Preparation takes place almost entirely in a hotel room and is photographed in washed out shades of gray and blue. The effect is sterilizing, as She is in an environment of ideas, an environment where nothing can go wrong and everything is a product of the mind. Hooded figures shift in and out, the Bombmaker and his Assistant give simple instructions to She. The phone rings; they will be there in fifteen minutes.
Action moves to Times Square where the plot moves to Loktev’s inspirations of previous suicide bombers who inexplicably buy snacks and perform other mundane functions as they take the final steps of their lives. The crowd interacts only marginally with the director, actress and cameraman.
As Loktev says, everybody has cameras in Times Square. Action is filmed in color with all of the native sounds of the jam packed tourist epicenter of America. The sirens, the buses, the snatches of conversations, the bumps and the pushes. Things don’t go according to plan. She begs for money. Lights flash.
Asked about the back story for this movie at its world premier at the Lincoln Center New Directors / New Films the director said there was, indeed, a back story, but she wasn’t going to divulge what it was.

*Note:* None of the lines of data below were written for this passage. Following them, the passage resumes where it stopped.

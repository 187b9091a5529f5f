package org.hazewright.bench;

import java.util.ArrayList;
import java.util.Arrays;
import java.util.LinkedHashMap;
import java.util.LinkedHashSet;
import java.util.List;
import java.util.Map;
import java.util.Set;
import java.util.function.Function;
import org.hazewright.brief.Balance;
import org.hazewright.brief.Titration;
import org.hazewright.mixture.Budget;
import org.hazewright.mixture.Recipe;
import org.hazewright.mixture.Sweep;
import org.hazewright.shelf.Ingredient;

/**
 * First-order uncertainty of every step of a titration (JCGM 100:2008, eq. 10).
 *
 * <p>The whole titration is run again with one load on the balance off by its standard uncertainty: of the stocks (which bath and
 * titrant share), of the bath, of the titrant, of each addition and of the water given back. So an error of an early step stays
 * for the later ones, thinned as they are. To that come the ingredients' coefficients, densities, and the finished volume. Host
 * index and crowding are held at each step; what the volume of an aliquot is off by is left out, since it takes all in proportion.
 */
final class TitrationDoubt {
    /** What is on the balance during a titration. */
    record Loads(Recipe start, Recipe titrant, List<Double> addedG, List<Double> waterBackG) {}

    private final Loads planned;
    private final Titration titration;
    private final Ingredient water;
    private final Balance balance;
    private final List<Sweep> sweeps;

    /** {@code sweeps} hold each step's coefficients, the start first. */
    TitrationDoubt(Loads planned, Titration titration, Ingredient water, Balance balance, List<Sweep> sweeps) {
        this.planned = planned;
        this.titration = titration;
        this.water = water;
        this.balance = balance;
        this.sweeps = sweeps;
    }

    /** The vessel after each step, the start first. Water is lost as it is planned to be given back. */
    static List<Vessel> run(Loads loads, List<Double> waterLostG, Titration titration, Ingredient water) {
        List<Vessel> states = new ArrayList<>();
        Vessel v = new Vessel(loads.start.massesG());
        states.add(v);
        Map<Ingredient, Double> perG = Vessel.perG(loads.titrant.massesG());
        for (int k = 0; k < loads.addedG.size(); k++) {
            v = v.without(titration.aliquotMl());
            double back = loads.waterBackG.get(k) - waterLostG.get(k);
            if (back != 0) v = v.plus(Map.of(water, 1.0), back);
            v = v.plus(perG, loads.addedG.get(k));
            states.add(v);
        }
        return states;
    }

    /**
     * What one standard uncertainty of each cause adds at each step, 1/cm, the causes independent of one another and in the same
     * order at every step: [cause][µa at each wavelength, then µs'].
     */
    List<double[][]> effectsPerCm() {
        List<Vessel> states = run(planned, planned.waterBackG, titration, water);
        List<List<double[]>> effects = ofFigures(states);
        for (Weighing w : Weighing.of(planned.start))
            if (w.role() == Weighing.Role.ITEM) add(effects, w.massG(), by -> startMoved(w, by));
        for (Weighing w : Weighing.of(planned.titrant))
            if (w.role() == Weighing.Role.ITEM) add(effects, w.massG(), by -> titrantMoved(w, by));
        stocks().values().forEach(w -> add(effects, w.massG(), by -> stockMoved(w, by)));
        for (int k = 0; k < planned.addedG.size(); k++) {
            int step = k;
            add(
                    effects,
                    planned.addedG.get(k),
                    by -> new Loads(
                            planned.start, planned.titrant, moved(planned.addedG, step, by), planned.waterBackG));
            if (planned.waterBackG.get(k) > 0)
                add(
                        effects,
                        planned.waterBackG.get(k),
                        by -> new Loads(
                                planned.start, planned.titrant, planned.addedG, moved(planned.waterBackG, step, by)));
        }
        return effects.stream().map(e -> e.toArray(double[][]::new)).toList();
    }

    /** Standard uncertainties, 1/cm, of what causes do together. */
    static double[] uPerCm(double[][] effects) {
        double[] u = new double[effects[0].length];
        for (double[] e : effects) for (int j = 0; j < u.length; j++) u[j] += square(e[j]);
        Arrays.setAll(u, j -> Math.sqrt(u[j]));
        return u;
    }

    /** Loads of stocks, each once, although bath and titrant may both draw from one. */
    private Map<String, Weighing> stocks() {
        Map<String, Weighing> loads = new LinkedHashMap<>();
        for (Recipe r : List.of(planned.start, planned.titrant))
            for (Weighing w : Weighing.of(r)) w.into().ifPresent(id -> loads.putIfAbsent(w.role() + " " + id, w));
        return loads;
    }

    private Loads startMoved(Weighing w, double by) {
        return new Loads(w.changed(planned.start, w.massG() + by), planned.titrant, planned.addedG, planned.waterBackG);
    }

    private Loads titrantMoved(Weighing w, double by) {
        return new Loads(planned.start, w.changed(planned.titrant, w.massG() + by), planned.addedG, planned.waterBackG);
    }

    private Loads stockMoved(Weighing stock, double by) {
        return new Loads(
                withStock(planned.start, stock, by),
                withStock(planned.titrant, stock, by),
                planned.addedG,
                planned.waterBackG);
    }

    private static Recipe withStock(Recipe recipe, Weighing stock, double by) {
        for (Weighing w : Weighing.of(recipe))
            if (w.role() == stock.role() && w.into().equals(stock.into())) return w.changed(recipe, w.massG() + by);
        return recipe;
    }

    private static List<Double> moved(List<Double> grams, int at, double by) {
        List<Double> other = new ArrayList<>(grams);
        other.set(at, grams.get(at) + by);
        return other;
    }

    /** Adds what one load's standard uncertainty does, by a central difference. */
    private void add(List<List<double[]>> effects, double massG, Function<Double, Loads> moved) {
        double u = balance.standardUncertaintyG() * Math.sqrt(balance.loads(massG));
        double step = Math.min(u, massG / 2);
        if (!(step > 0)) return;
        List<Vessel> up = run(moved.apply(step), planned.waterBackG, titration, water);
        List<Vessel> down = run(moved.apply(-step), planned.waterBackG, titration, water);
        for (int k = 0; k < effects.size(); k++) {
            double[] high = values(up.get(k), sweeps.get(k));
            double[] low = values(down.get(k), sweeps.get(k));
            double[] effect = new double[high.length];
            for (int j = 0; j < high.length; j++) effect[j] = (high[j] - low[j]) / (2 * step) * u;
            effects.get(k).add(effect);
        }
    }

    private static double[] values(Vessel v, Sweep sweep) {
        double[] mua = sweep.muaPerCm(v.massesG());
        double[] musp = sweep.muspPerCm(v.massesG());
        double[] both = Arrays.copyOf(mua, 2 * mua.length);
        System.arraycopy(musp, 0, both, mua.length, musp.length);
        return both;
    }

    /**
     * Coefficients, densities and the finished volume at each step. Where an ingredient's scattering goes with its absorption
     * (correlation r), the second is split in a part that follows the first and one of its own.
     */
    private List<List<double[]>> ofFigures(List<Vessel> states) {
        Set<Ingredient> all = new LinkedHashSet<>();
        states.forEach(v -> all.addAll(v.massesG().keySet()));
        List<List<double[]>> effects = new ArrayList<>();
        for (int k = 0; k < states.size(); k++) {
            Vessel v = states.get(k);
            double[] mu = values(v, sweeps.get(k));
            List<double[]> here = new ArrayList<>();
            for (Ingredient i : all) ofIngredient(i, v, sweeps.get(k), mu, here);
            here.add(Arrays.stream(mu).map(x -> x * Budget.VOLUME).toArray());
            effects.add(here);
        }
        return effects;
    }

    private static void ofIngredient(Ingredient i, Vessel v, Sweep sweep, double[] mu, List<double[]> effects) {
        int n = mu.length / 2;
        double[] withAbsorption = new double[2 * n];
        double[] alone = new double[2 * n];
        double[] density = new double[2 * n];
        if (v.massesG().containsKey(i)) {
            double[] a = sweep.muaShare(i, v.massesG());
            double[] s = sweep.muspShare(i, v.massesG());
            double r = i.uncertainty().correlation();
            for (int j = 0; j < n; j++) {
                withAbsorption[j] = a[j] * i.uncertainty().absorption();
                withAbsorption[n + j] = s[j] * i.uncertainty().scattering() * r;
                alone[n + j] = s[j] * i.uncertainty().scattering() * Math.sqrt(1 - r * r);
            }
            double share = v.massesG().get(i) / i.densityGPerMl() / v.volumeMl();
            for (int j = 0; j < mu.length; j++) density[j] = mu[j] * share * Budget.DENSITY;
        }
        effects.addAll(List.of(withAbsorption, alone, density));
    }

    private static double square(double x) {
        return x * x;
    }
}
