package org.hazewright.bench;

import java.math.BigDecimal;
import java.math.MathContext;
import java.util.ArrayList;
import java.util.List;
import java.util.Locale;
import org.hazewright.brief.Balance;

/** Grams as the balance shows them, and loads that it can carry. */
public final class Grams {
    private Grams() {}

    /** "1.410 g": as many digits as the display has, a point for the decimal mark in every country. */
    public static String shown(double massG, Balance balance) {
        return String.format(Locale.ROOT, "%." + balance.decimals() + "f g", massG);
    }

    /** "1.403 to 1.417 g". */
    public static String band(double lowG, double highG, Balance balance) {
        return String.format(Locale.ROOT, "%." + balance.decimals() + "f to ", lowG) + shown(highG, balance);
    }

    /** A number to at most four digits, without zeros behind the point: 14.02, 250, 0.0045. */
    public static String plain(double value) {
        if (value == 0) return "0";
        return new BigDecimal(value)
                .round(new MathContext(4))
                .stripTrailingZeros()
                .toPlainString();
    }

    /** An amount too small for grams in mg, the rest in g. */
    public static String small(double massG) {
        return massG < 1 ? plain(1000 * massG) + " mg" : plain(massG) + " g";
    }

    /**
     * The loads that a mass is weighed in: one, or as few equal ones as the capacity allows, each a number that the display can
     * show; they sum to the mass, the last one taking what rounding leaves.
     */
    public static List<Double> loads(double massG, Balance balance) {
        int count = balance.loads(massG);
        List<Double> loads = new ArrayList<>(count);
        double left = massG;
        for (int n = count; n > 1; n--) {
            double load = balance.rounded(left / n);
            loads.add(load);
            left -= load;
        }
        loads.add(balance.rounded(left));
        return loads;
    }
}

Apparently having Williams drum up the entire performance completely out of thin air was too much to ask. So the two developed a story to precede the action in the film. It must be very transparent, because there is not a hint of it in “Day Night Day Night.” Just the here and now.
Themes of control and surrender intermix with two very different Joans of Arc; the first that of Dreyer and the second of Bresson. An extremely edgy film that asks a lot from the audience, this is more of a textbook example of what film can be than actual entertainment.
But the public will have the limited opportunity to see it in theatres other than MOMA, although for how long is hard to say.